## About this task:
The required output is the exact run of lines below that opens at the line with "readonly supplier: string | null" and closes at the line with "if (ids.length === 0)".

## Records to process:
========================
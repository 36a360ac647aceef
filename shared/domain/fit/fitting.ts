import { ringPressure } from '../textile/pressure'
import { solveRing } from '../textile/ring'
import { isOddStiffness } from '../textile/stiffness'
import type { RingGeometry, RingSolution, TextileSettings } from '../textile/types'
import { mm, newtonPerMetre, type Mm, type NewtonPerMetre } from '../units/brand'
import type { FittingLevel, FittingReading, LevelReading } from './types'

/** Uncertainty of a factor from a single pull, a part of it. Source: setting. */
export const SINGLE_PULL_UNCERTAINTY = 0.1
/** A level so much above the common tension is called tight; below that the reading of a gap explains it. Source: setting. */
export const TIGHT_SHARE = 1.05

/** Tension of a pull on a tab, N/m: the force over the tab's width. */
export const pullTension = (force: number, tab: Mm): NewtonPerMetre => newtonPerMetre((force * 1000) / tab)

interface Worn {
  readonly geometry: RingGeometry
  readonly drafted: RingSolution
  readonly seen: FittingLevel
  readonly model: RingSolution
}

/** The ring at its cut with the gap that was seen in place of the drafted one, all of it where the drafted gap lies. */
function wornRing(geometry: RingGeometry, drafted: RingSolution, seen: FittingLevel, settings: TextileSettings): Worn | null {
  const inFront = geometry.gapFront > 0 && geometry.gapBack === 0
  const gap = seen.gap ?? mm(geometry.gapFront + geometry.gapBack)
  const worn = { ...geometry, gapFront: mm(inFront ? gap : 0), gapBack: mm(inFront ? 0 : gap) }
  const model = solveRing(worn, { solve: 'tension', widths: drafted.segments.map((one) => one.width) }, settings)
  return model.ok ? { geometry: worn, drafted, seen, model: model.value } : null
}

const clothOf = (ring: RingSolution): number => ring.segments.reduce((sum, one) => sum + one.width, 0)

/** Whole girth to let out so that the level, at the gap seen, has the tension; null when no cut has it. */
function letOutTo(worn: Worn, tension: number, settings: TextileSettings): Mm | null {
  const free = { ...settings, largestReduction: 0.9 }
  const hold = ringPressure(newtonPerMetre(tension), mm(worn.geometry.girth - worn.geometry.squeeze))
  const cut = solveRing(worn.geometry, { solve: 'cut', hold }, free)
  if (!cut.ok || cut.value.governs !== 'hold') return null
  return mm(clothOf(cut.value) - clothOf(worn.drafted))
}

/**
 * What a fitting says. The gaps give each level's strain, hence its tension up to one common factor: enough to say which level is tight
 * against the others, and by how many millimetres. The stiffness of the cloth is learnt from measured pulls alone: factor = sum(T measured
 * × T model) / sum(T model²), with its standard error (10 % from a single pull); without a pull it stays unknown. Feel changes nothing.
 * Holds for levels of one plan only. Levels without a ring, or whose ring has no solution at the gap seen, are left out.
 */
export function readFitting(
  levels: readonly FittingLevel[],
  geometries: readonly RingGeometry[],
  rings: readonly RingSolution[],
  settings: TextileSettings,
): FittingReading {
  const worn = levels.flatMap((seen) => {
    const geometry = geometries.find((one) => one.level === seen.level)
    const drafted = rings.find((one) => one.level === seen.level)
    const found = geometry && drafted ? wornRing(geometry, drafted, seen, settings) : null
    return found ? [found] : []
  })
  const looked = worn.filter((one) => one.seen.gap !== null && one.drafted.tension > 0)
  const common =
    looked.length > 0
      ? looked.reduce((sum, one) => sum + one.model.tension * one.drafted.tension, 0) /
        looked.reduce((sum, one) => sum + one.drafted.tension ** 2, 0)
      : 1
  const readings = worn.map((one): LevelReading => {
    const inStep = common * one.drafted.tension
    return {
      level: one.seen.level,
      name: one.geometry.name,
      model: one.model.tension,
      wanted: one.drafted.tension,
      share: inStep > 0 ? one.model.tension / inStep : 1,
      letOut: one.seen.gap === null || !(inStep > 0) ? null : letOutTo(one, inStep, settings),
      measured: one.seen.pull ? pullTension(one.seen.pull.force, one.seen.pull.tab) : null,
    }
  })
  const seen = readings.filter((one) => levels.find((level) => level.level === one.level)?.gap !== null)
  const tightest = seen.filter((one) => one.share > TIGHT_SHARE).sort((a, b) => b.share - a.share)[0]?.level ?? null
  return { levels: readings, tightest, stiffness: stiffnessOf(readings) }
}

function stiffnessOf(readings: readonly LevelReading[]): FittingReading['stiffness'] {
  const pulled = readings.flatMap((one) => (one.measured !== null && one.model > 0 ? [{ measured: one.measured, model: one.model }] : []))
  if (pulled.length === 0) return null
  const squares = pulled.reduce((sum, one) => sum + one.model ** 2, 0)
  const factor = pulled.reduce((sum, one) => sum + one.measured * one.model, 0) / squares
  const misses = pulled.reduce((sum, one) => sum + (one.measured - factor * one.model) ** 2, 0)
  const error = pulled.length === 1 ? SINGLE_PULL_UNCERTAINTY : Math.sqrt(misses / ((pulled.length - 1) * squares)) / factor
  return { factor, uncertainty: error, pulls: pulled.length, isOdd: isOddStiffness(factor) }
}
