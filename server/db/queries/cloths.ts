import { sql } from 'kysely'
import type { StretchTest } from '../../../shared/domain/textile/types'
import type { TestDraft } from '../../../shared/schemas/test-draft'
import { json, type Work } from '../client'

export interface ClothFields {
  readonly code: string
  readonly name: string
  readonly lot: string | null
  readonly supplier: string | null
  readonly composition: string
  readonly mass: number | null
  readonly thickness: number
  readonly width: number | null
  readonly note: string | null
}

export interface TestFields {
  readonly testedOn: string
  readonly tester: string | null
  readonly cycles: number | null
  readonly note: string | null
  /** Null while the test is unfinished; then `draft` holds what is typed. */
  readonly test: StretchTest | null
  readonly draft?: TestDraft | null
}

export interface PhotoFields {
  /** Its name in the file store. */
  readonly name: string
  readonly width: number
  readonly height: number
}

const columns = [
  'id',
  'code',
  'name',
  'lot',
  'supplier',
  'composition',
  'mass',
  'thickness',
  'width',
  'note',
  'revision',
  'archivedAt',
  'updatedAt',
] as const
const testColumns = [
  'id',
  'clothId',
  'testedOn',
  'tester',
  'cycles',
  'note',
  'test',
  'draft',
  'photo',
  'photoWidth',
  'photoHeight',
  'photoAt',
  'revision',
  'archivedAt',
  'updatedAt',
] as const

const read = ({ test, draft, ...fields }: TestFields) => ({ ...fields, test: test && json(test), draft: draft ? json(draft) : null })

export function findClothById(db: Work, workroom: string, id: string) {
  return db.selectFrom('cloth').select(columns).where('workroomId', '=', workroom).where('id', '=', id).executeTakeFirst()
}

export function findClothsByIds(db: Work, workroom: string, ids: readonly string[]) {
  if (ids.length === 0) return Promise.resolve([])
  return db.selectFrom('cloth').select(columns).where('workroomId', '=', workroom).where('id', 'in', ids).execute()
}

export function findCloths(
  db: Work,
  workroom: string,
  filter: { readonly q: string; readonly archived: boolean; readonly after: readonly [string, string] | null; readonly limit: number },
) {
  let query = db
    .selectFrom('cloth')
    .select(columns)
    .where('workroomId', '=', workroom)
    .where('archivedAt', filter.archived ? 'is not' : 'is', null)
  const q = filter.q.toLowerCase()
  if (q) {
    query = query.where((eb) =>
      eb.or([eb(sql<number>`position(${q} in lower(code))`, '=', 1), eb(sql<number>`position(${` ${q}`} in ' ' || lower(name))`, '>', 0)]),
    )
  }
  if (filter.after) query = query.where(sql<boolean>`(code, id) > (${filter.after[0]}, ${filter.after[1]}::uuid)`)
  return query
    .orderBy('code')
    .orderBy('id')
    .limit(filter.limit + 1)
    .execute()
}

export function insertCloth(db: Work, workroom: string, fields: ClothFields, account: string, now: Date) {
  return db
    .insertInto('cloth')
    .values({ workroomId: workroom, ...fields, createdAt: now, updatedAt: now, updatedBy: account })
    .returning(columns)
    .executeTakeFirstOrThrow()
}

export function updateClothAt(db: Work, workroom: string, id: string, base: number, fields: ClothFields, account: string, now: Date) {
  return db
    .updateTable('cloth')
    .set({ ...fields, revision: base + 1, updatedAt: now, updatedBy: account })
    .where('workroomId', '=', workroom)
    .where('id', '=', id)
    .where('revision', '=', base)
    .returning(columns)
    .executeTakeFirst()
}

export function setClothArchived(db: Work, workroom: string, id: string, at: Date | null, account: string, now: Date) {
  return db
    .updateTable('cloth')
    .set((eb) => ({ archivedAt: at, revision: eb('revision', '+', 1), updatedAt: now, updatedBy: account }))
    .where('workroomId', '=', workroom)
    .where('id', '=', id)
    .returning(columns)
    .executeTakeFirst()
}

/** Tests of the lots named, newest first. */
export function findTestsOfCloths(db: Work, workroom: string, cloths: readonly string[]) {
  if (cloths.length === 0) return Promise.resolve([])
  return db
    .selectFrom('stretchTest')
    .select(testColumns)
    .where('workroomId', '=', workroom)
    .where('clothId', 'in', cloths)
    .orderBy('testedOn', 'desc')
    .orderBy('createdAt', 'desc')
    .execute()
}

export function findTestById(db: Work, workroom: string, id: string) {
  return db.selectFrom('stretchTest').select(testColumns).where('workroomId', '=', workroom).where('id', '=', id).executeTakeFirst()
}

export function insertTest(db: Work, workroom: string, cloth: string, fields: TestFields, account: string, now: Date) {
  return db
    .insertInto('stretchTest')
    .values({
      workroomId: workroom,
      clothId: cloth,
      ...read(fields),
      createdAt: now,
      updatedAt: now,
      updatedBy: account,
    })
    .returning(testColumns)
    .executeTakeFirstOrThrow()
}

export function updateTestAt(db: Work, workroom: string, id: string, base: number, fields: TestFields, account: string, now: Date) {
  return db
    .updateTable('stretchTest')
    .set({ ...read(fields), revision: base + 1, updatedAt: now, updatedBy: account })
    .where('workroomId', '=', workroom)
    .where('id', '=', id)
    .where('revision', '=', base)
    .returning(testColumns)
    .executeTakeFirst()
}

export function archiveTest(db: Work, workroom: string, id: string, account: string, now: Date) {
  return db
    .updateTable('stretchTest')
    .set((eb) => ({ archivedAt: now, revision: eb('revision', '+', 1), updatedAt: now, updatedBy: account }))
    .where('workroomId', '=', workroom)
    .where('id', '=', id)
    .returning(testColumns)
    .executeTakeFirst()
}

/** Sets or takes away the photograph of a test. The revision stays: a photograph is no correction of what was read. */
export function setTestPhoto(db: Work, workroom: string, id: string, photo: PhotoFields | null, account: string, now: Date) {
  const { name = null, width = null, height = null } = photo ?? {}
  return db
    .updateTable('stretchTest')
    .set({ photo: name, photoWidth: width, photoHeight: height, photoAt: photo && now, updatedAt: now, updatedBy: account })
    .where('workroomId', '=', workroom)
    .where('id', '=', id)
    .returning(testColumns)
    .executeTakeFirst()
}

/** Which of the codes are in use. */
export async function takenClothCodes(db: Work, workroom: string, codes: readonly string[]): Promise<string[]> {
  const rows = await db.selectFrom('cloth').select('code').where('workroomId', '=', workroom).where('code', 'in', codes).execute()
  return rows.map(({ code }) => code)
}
========================
## Answer space:
  readonly supplier: string | null
  readonly composition: string
  readonly mass: number | null
  readonly thickness: number
  readonly width: number | null
  readonly note: string | null
}

export interface TestFields {
  readonly testedOn: string
  readonly tester: string | null
  readonly cycles: number | null
  readonly note: string | null
  /** Null while the test is unfinished; then `draft` holds what is typed. */
  readonly test: StretchTest | null
  readonly draft?: TestDraft | null
}

export interface PhotoFields {
  /** Its name in the file store. */
  readonly name: string
  readonly width: number
  readonly height: number
}

const columns = [
  'id',
  'code',
  'name',
  'lot',
  'supplier',
  'composition',
  'mass',
  'thickness',
  'width',
  'note',
  'revision',
  'archivedAt',
  'updatedAt',
] as const
const testColumns = [
  'id',
  'clothId',
  'testedOn',
  'tester',
  'cycles',
  'note',
  'test',
  'draft',
  'photo',
  'photoWidth',
  'photoHeight',
  'photoAt',
  'revision',
  'archivedAt',
  'updatedAt',
] as const

const read = ({ test, draft, ...fields }: TestFields) => ({ ...fields, test: test && json(test), draft: draft ? json(draft) : null })

export function findClothById(db: Work, workroom: string, id: string) {
  return db.selectFrom('cloth').select(columns).where('workroomId', '=', workroom).where('id', '=', id).executeTakeFirst()
}

export function findClothsByIds(db: Work, workroom: string, ids: readonly string[]) {
  if (ids.length === 0) return Promise.resolve([])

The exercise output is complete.